Insolvenzantragsverfahren über das Vermögen der SOLANEVO GmbH

Formularbeginn

Verfügungen der Schuldnerin über Gegenstände des schuldnerischen Vermögens sind nur noch mit Zustimmung des vorläufigen Insolvenzverwalters wirksam (§ 21 Abs. 2 Nr. 2, 2. Alternative InsO).

Der vorläufige Insolvenzverwalter ist nicht allgemeiner Vertreter der Schuldnerin. Seine Aufgabe besteht darin, das Vermögen der Schuldnerin durch Überwachung zu sichern und zu erhalten (§ 22 Abs. 1 Satz 2 Nr. 1 InsO). Ferner hat er zu prüfen, ob das Vermögen der Schuldnerin die Kosten des Verfahrens decken wird (§ 22 Abs. 1 Satz 2 Nr. 3 InsO).

4. Verfügungsverbot über Bankkonten und Außenstände

Der Schuldnerin wird untersagt, ganz oder teilweise über Bankkonten sowie über Außenstände zu verfügen.

Hinsichtlich der Bankkonten und Außenstände der Schuldnerin geht die Verwaltungs- und Verfügungsbefugnis auf den vorläufigen Insolvenzverwalter über. Dieser wird ermächtigt, Bankguthaben und sonstige Forderungen der Schuldnerin einzuziehen sowie eingehende Gelder entgegenzunehmen.

5. Ermächtigung zur Führung von Sonderkonten

Der vorläufige Insolvenzverwalter wird ermächtigt, auf den Namen der Schuldnerin oder auf seinen eigenen Namen in seiner Funktion als vorläufiger Insolvenzverwalter Sonderkonten zu eröffnen und über diese zu verfügen. Dies erfolgt unter Beachtung der Vorgaben der Urteile des Bundesgerichtshofs vom:

  • 07.02.2019 – Az. IX ZR 47/18
  • 24.01.2019 – Az.
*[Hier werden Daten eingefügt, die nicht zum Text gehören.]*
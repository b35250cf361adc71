from diskwatch.machine.kept_errors import kept_errors
from diskwatch.machine.stacks import stack_on
from tests.machine.trees import Tree


def counts(tree: Tree, block="sda", **more):
    values = kept_errors(stack_on(tree.sys, [block], dev_root=tree.dev), sys_root=tree.sys, **more)
    return {value.signal: value.value for value in values}


def test_a_drive_on_which_nothing_counts_has_no_such_signal(tree: Tree):
    tree.sata()
    assert counts(tree) == {}


def test_errors_of_ext4_are_counted_on_the_drive_below(tree: Tree):
    disk = tree.sata()
    part = tree.partition(disk, "sda1", "8:1")
    tree.stacked("dm-0", "253:0", part)
    other = tree.sata("sdb", "8:16", port=4)
    tree.partition(other, "sdb1", "8:17")
    tree.put(tree.sys / "fs/ext4/sda1/errors_count", "2")
    tree.put(tree.sys / "fs/ext4/dm-0/errors_count", "3")
    tree.put(tree.sys / "fs/ext4/sdb1/errors_count", "0")
    (tree.sys / "fs/ext4/features").mkdir()
    assert counts(tree) == {"ext4-errors": 5}
    assert counts(tree, "sdb") == {"ext4-errors": 0}


def btrfs(tree: Tree, uuid, devices, stats, missing=()):
    folder = tree.sys / "fs/btrfs" / uuid
    for device in devices:
        (folder / "devices" / device).mkdir(parents=True)
    for number, text in enumerate(stats, start=1):
        tree.put(folder / f"devinfo/{number}/error_stats", text)
        tree.put(folder / f"devinfo/{number}/missing", "1" if number in missing else "0")


STATS = "write_errs 1\nread_errs 2\nflush_errs 0\ncorruption_errs 4\ngeneration_errs 0"


def test_errors_of_btrfs_are_counted_where_it_lies_on_one_device(tree: Tree):
    tree.sata()
    btrfs(tree, "one", ["sda"], [STATS])
    assert counts(tree) == {"btrfs-errors": 7}


def test_which_device_of_several_btrfs_means_is_not_guessed(tree: Tree):
    tree.sata()
    btrfs(tree, "two", ["sda", "sdb"], [STATS, STATS], missing=(2,))
    assert counts(tree) == {"degraded-arrays": 1}


def test_counts_that_btrfs_cannot_tell_are_not_known(tree: Tree):
    tree.sata()
    btrfs(tree, "one", ["sda"], ["invalid"])
    assert counts(tree) == {}


def test_an_array_tells_what_it_lacks_and_what_it_mended(tree: Tree):
    one, other = tree.sata(), tree.sata("sdb", "8:16", port=4)
    md = tree.stacked("md0", "9:0", one, other)
    tree.put(md / "md/degraded", "1")
    tree.put(md / "md/mismatch_cnt", "128")
    tree.put(md / "md/dev-sda/errors", "6")
    tree.put(md / "md/dev-sdb/errors", "0")
    assert counts(tree) == {"degraded-arrays": 1, "array-mismatches": 128, "array-read-errors": 6}
    assert counts(tree, "sdb")["array-read-errors"] == 0


def test_an_array_that_has_nothing_to_lack_says_nothing_of_it(tree: Tree):
    md = tree.stacked("md0", "9:0", tree.sata())
    tree.put(md / "md/level", "raid0")
    assert counts(tree) == {}


def test_a_pool_that_is_not_whole_counts_as_one_that_lacks_a_member(tree: Tree):
    disk = tree.sata()
    tree.partition(disk, "sda1", "8:1", label="zfs-00c0ffee00c0ffee")
    assert counts(tree, pools={"tank": "ONLINE"}) == {"degraded-arrays": 0}
    assert counts(tree, pools={"tank": "DEGRADED"}) == {"degraded-arrays": 1}
    assert counts(tree, pools={"tank": "SUSPENDED"}) == {"degraded-arrays": 1}
    assert counts(tree, pools={"tank": "DEGRADED", "other": "ONLINE"}) == {}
IX ZR 110/17

Er wird insoweit auch ermächtigt, für die Kontoführung Masseverbindlichkeiten im Sinne des § 55 Abs. 2 InsO zu begründen.

6. Auskunftspflichten der Kreditinstitute

Die kontoführenden Kreditinstitute der Schuldnerin werden verpflichtet, dem vorläufigen Insolvenzverwalter Auskunft zu erteilen.

7. Zahlungsverbot an die Schuldnerin / Anordnung gegenüber Drittschuldnern

Den Schuldnern der Schuldnerin (Drittschuldnern) wird untersagt, an die Schuldnerin zu zahlen. Sie werden aufgefordert, Leistungen unter Beachtung dieser Anordnung nur noch an den vorläufigen Insolvenzverwalter zu erbringen (§ 23 Abs. 1 Satz 3 InsO).

8. Zustellungsauftrag

Gemäß § 8 Abs. 3 InsO wird der vorläufige Insolvenzverwalter beauftragt, die Zustellungen des Beschlusses an die Schuldner der Schuldnerin vorzunehmen (§ 23 Abs. 1 Satz 2 InsO) und hierüber Nachweis zu führen.

9. Betretungs-, Einsichts- und Herausgaberechte

Der vorläufige Insolvenzverwalter ist berechtigt, die Geschäftsräume und betrieblichen Einrichtungen der Schuldnerin einschließlich sämtlicher Nebenräume zu betreten und dort Nachforschungen anzustellen.

Die Schuldnerin hat ihm Einsicht in die Bücher und Geschäftspapiere zu gewähren und diese auf Verlangen bis zur Entscheidung über die Eröffnung des Verfahrens herauszugeben. Sie hat ferner alle Auskünfte zu erteilen, die zur Sicherung der künftigen Insolvenzmasse und zur Aufklärung der schuldnerischen Vermögensverhältnisse erforderlich sind.

10. Beauftragung als Sachverständiger

Der vorläufige Insolvenzverwalter wird zugleich beauftragt, als Sachverständiger zu prüfen, ob ein nach der Rechtsform der Schuldnerin maßgeblicher Eröffnungsgrund vorliegt und welche Aussichten für eine Fortführung des schuldnerischen Unternehmens bestehen.